A divulgação de informações a respeito do caso Master é crucial para o atendimento ao interesse público, num momento em que a suspeição se transmite de expoentes dos Três Poderes para as instituições como um todo, na perspectiva da população. Sem que haja liberação dos dados investigados para o conhecimento geral, as dúvidas podem continuar a gerar versões mal embasadas e, o pior, mentiras embaladas em fake news para o consumo das redes sociais até o segundo turno, isto é, com mais de um mês de aproveitamento. Cabe ao STF não apenas determinar o levantamento do sigilo, mas também coordenar a garantia das condições necessárias para que as quebras de sigilo se cumpram.
O Ministério Público Federal vem defendendo a quebra de sigilos sem tratamento diferenciado às informações disponibilizadas, no que demonstra sintonia com a sociedade brasileira, cansada de tantos segredos e escândalos vazados seletivamente. A República não sustenta mais fofocas divulgadas em capítulos, feito novela. Se integrantes dos poderes Judiciário, Legislativo e Executivo têm o que prestar contas com a coletividade, a Justiça começa pela transparência das investigações em curso. Como já foi dito e repetido nos últimos meses, a propósito da atual crise que se propaga em ritmo acelerado, nenhum indivíduo está acima da lei – mesmo que se posicione na cúpula de um dos poderes regentes da lei, em atitude de desafio à Justiça.

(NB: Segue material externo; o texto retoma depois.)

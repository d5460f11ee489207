import { randomBytes } from 'node:crypto';
import { existsSync, mkdirSync, readFileSync, writeFileSync } from 'node:fs';
import path from 'node:path';

/** Secrets for this machine, made once and kept beside the data, readable by their owner only. */
export function keptSecrets(folder) {
  const file = path.join(folder, 'secrets.json');
  mkdirSync(folder, { recursive: true });
  const secret = () => randomBytes(32).toString('hex');
  const fresh = { APP_SECRET: secret(), S3_SECRET_ACCESS_KEY: secret(), RESEND_API_KEY: `re_${secret()}` };
  const kept = existsSync(file) ? JSON.parse(readFileSync(file, 'utf8')) : {};
  const all = { ...fresh, ...kept };
  if (Object.keys(all).some((name) => kept[name] === undefined))
    writeFileSync(file, JSON.stringify(all, null, 2), { mode: 0o600 });
  return all;
}

/** What the running program may know: the owner's database address is for the migration steps only. */
export function withoutOwner(env) {
  const { DATABASE_OWNER_URL, ...rest } = env;
  return rest;
}
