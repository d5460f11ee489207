import net from 'node:net';

function isFree(port) {
  return new Promise((resolve) => {
    const probe = net.createServer();
    probe.once('error', () => resolve(false));
    probe.listen({ port, host: '127.0.0.1', exclusive: true }, () => probe.close(() => resolve(true)));
  });
}

/** The first free loopback port at or after `wanted`, leaving out `taken`; 0 asks the system for any. */
export async function freePort(wanted, taken = []) {
  if (wanted === 0) {
    return new Promise((resolve, reject) => {
      const probe = net.createServer();
      probe.once('error', reject);
      probe.listen({ port: 0, host: '127.0.0.1' }, () => {
        const { port } = probe.address();
        probe.close(() => (taken.includes(port) ? freePort(0, taken).then(resolve, reject) : resolve(port)));
      });
    });
  }
  for (let port = wanted; port < Math.min(wanted + 200, 65_536); port += 1) {
    if (!taken.includes(port) && (await isFree(port))) return port;
  }
  throw new Error(`No port is free from ${wanted} to ${wanted + 199} on 127.0.0.1.`);
}
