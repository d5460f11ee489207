'use client';

import { Button } from '@/lib/ui/actions/button';
import { Form } from '@/lib/ui/fields/form';
import { PasswordField } from '@/lib/ui/fields/password-field';
import { TextField } from '@/lib/ui/fields/text-field';

export function SignInExample() {
  return (
    <Form className="mt-7" onSubmit={() => undefined}>
      <TextField name="email" type="email" label="E-mail address" autoComplete="username" />
      <PasswordField name="password" label="Password" autoComplete="current-password" />
      <div className="flex flex-wrap items-center gap-4">
        <Button type="submit">Sign in</Button>
        <a className="text-link flex min-h-(--target) items-center" href="#reset">
          Send me a new password link
        </a>
      </div>
    </Form>
  );
}
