import { eq, sql } from 'drizzle-orm';
import type { Transaction } from '@/db/client';
import { outboxItem } from '@/db/schema';
import { asSiteId, type SiteId } from '@/lib/domain/ids';

/** The reminders a letter carries, each with the site it stands on. */
export async function remindersOfLetter(
  tx: Transaction,
  outboxId: string,
): Promise<{ reminderId: string; siteId: SiteId }[]> {
  const items = await tx.select().from(outboxItem).where(eq(outboxItem.outboxId, outboxId));
  const found: { reminderId: string; siteId: SiteId }[] = [];
  for (const item of items) {
    const [row] = await tx.execute<{ site: string | null }>(sql`select site_of_mail(${item.reminderId}) as site`);
    if (row?.site) found.push({ reminderId: item.reminderId, siteId: asSiteId(row.site) });
  }
  return found;
}
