import { spawn } from 'node:child_process';
import { mkdir, mkdtemp, readFile, rm, writeFile } from 'node:fs/promises';
import { createServer } from 'node:http';
import type { AddressInfo } from 'node:net';
import { tmpdir } from 'node:os';
import path from 'node:path';
import { afterEach, beforeEach, describe, expect, it, vi } from 'vitest';
import { treeHash } from './build.mjs';
import { createChildren, type UnexpectedEnd } from './children.mjs';
import { countsOfReport } from './counts.mjs';
import { dependenciesAreInstalled } from './dependencies.mjs';
import { openPidFile, startTimeOf } from './pidFile.mjs';
import { freePort } from './ports.mjs';

let folder: string;
beforeEach(async () => {
  folder = await mkdtemp(path.join(tmpdir(), 'support-'));
});
afterEach(() => rm(folder, { recursive: true }));

async function write(file: string, text: string): Promise<void> {
  await mkdir(path.join(folder, path.dirname(file)), { recursive: true });
  await writeFile(path.join(folder, file), text);
}

const isAlive = (pid: number) => startTimeOf(pid) !== undefined;

describe('free ports', () => {
  it('moves past a busy port and past ports already given away', async () => {
    const busy = createServer();
    await new Promise<void>((resolve) => busy.listen(0, '127.0.0.1', resolve));
    const { port } = busy.address() as AddressInfo;
    const next = await freePort(port);
    expect(next).toBeGreaterThan(port);
    expect(await freePort(port, [next])).toBeGreaterThan(next);
    busy.close();
  });
});

describe('the children of a script', () => {
  it('end with everything they started, the last started first', async () => {
    const ended: string[] = [];
    const children = createChildren({ logs: path.join(folder, 'logs') });
    const first = children.start('first', 'sh', ['-c', 'sleep 100 & echo $! && wait']);
    const second = children.start('second', 'sleep', ['100']);
    for (const [name, { ended: end }] of Object.entries({ first, second })) void end.then(() => ended.push(name));
    const log = path.join(folder, 'logs/first.log');
    await vi.waitFor(async () => expect(await readFile(log, 'utf8')).toMatch(/^\d+\n$/));
    const grandchild = Number(await readFile(log, 'utf8'));
    expect(isAlive(grandchild)).toBe(true);
    await children.stopAll();
    expect(ended).toEqual(['second', 'first']);
    expect(isAlive(grandchild)).toBe(false);
  });

  it('are missed when they end by themselves, with their last words', async () => {
    const missed = await new Promise<UnexpectedEnd>((resolve) => {
      const children = createChildren({ logs: path.join(folder, 'logs'), onExit: resolve });
      children.start('web', 'sh', ['-c', 'echo out of soil; exit 3']);
    });
    expect(missed).toMatchObject({ name: 'web', code: 3, lastLines: 'out of soil' });
  });

  it('are missed when their program does not exist', async () => {
    const missed = await new Promise<UnexpectedEnd>((resolve) => {
      const children = createChildren({ logs: path.join(folder, 'logs'), onExit: resolve });
      children.start('web', '/no/such/program', []);
    });
    expect(missed.code).toContain('ENOENT');
  });
});

describe('the pid file', () => {
  const startSleeper = () => {
    const child = spawn('sleep', ['100'], { detached: true, stdio: 'ignore' });
    const { pid } = child;
    if (pid === undefined) throw new Error('sleep did not start');
    return { child, pid };
  };

  it('ends the recorded leftovers of a dead script and nobody who got such a number later', async () => {
    const leftover = startSleeper();
    const stranger = startSleeper();
    const file = path.join(folder, 'running.json');
    const known = {
      script: { pid: 2 ** 22 + 1, started: 'long ago' },
      children: [
        { name: 'web', pid: leftover.pid, started: startTimeOf(leftover.pid) },
        { name: 'worker', pid: stranger.pid, started: 'another boot:1' },
      ],
    };
    await writeFile(file, JSON.stringify(known));
    const said: string[] = [];
    await openPidFile(file).recover((text: string) => said.push(text));
    expect(said).toEqual(['Ending what an interrupted run left: web.']);
    expect(isAlive(leftover.pid)).toBe(false);
    expect(isAlive(stranger.pid)).toBe(true);
    stranger.child.kill();
  });

  it('refuses a second run beside a living one, and leaves its record alone', async () => {
    const file = path.join(folder, 'running.json');
    const first = openPidFile(file);
    first.claim();
    first.address('http://127.0.0.1:3000');
    const second = openPidFile(file);
    await expect(second.recover(() => undefined)).rejects.toThrow(/already running here \(process \d+, at http/);
    second.remove();
    expect(JSON.parse(await readFile(file, 'utf8')).script.pid).toBe(process.pid);
  });
});

describe('installed packages', () => {
  const lock = (packages: object) => JSON.stringify({ packages: { '': { name: 'x' }, ...packages } });
  const state = async (wanted: object, installed: object) => {
    await write('package-lock.json', lock(wanted));
    await write('node_modules/.package-lock.json', lock(installed));
    return dependenciesAreInstalled(folder);
  };

  it('are enough only in the versions of the lock; another platform’s optional ones may be missing', async () => {
    await write('package-lock.json', lock({}));
    expect(dependenciesAreInstalled(folder)).toBe(false);
    const a = { 'node_modules/a': { version: '1.0.0' } };
    expect(await state(a, a)).toBe(true);
    expect(await state({ 'node_modules/a': { version: '1.0.1' } }, a)).toBe(false);
    expect(await state({ ...a, 'node_modules/b': { version: '1.0.0' } }, a)).toBe(false);
    expect(await state({ ...a, 'node_modules/b': { version: '1.0.0', optional: true } }, a)).toBe(true);
  });
});

describe('the hash of the tree', () => {
  it('changes with any source, not with tests or the copied worker of the PDF reader', async () => {
    await write('lib/a.ts', 'one');
    const before = treeHash(folder);
    await write('lib/a.test.ts', 'x');
    await write('public/pdf.worker.min.mjs', 'x');
    await write('README.md', 'x');
    expect(treeHash(folder)).toBe(before);
    await write('lib/a.ts', 'two');
    const changed = treeHash(folder);
    expect(changed).not.toBe(before);
    await write('next.config.mjs', 'x');
    expect(treeHash(folder)).not.toBe(changed);
  });
});

describe('the counts of a test run', () => {
  const counts = async (report: object) => {
    await write('report.json', JSON.stringify({ numPendingTests: 0, numTodoTests: 0, testResults: [], ...report }));
    return countsOfReport(path.join(folder, 'report.json'));
  };

  it('never call a run good that was not', async () => {
    expect(await counts({ numPassedTests: 5, numFailedTests: 0, success: true })).toEqual({
      passed: 5,
      failed: 0,
      skipped: 0,
    });
    const broken = [{ status: 'failed', assertionResults: [] }];
    expect(await counts({ numPassedTests: 5, numFailedTests: 1, success: false, testResults: broken })).toMatchObject({
      failed: 2,
    });
    expect(await counts({ numPassedTests: 5, numFailedTests: 0, success: false })).toMatchObject({ failed: 1 });
    expect(countsOfReport(path.join(folder, 'none.json'))).toEqual({ passed: 0, failed: 1, skipped: 0 });
  });
});
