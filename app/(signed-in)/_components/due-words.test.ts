import { describe, expect, it } from 'vitest';
import { isResting, whenDue } from './due-words';

describe('what is due, in words', () => {
  it.each([
    [-8, 'needs-you', 'Due 8 days ago'],
    [-1, 'needs-you', 'Due yesterday'],
    [0, 'needs-you', 'Due today'],
    [1, 'waiting', 'Due tomorrow'],
    [12, 'waiting', 'Due in 12 days'],
  ] as const)('%i days', (inDays, status, words) => {
    expect(whenDue({ inDays })).toEqual({ status, words });
  });

  it('rests until the day asked for, not on it', () => {
    expect(isResting({ snoozedUntil: '2026-05-04' }, '2026-05-03')).toBe(true);
    expect(isResting({ snoozedUntil: '2026-05-04' }, '2026-05-04')).toBe(false);
    expect(isResting({ snoozedUntil: null }, '2026-05-03')).toBe(false);
  });
});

A quebra dos sigilos é capaz de acentuar a crise institucional, antes de atenuar sua gravidade. Mas se trata de providência imposta pelo quadro de degradação dos valores democráticos, vislumbrado em diversos pontos da República, mas de maneira escandalosa no topo do Judiciário. O proveito eleitoral da quebra dos sigilos é incerto, mas o que é certo é que as campanhas irão correr para se apropriar dos efeitos das informações divulgadas, o quanto puderem. Ao eleitorado, vale tentar manter o discernimento em oposição ao asco, já que o calendário da votação não será adiado, e a decisão do voto pede, mais do que nunca, a busca do equilíbrio e do bom senso, a fim de não se ter no futuro a repetição do caos em que nos metemos.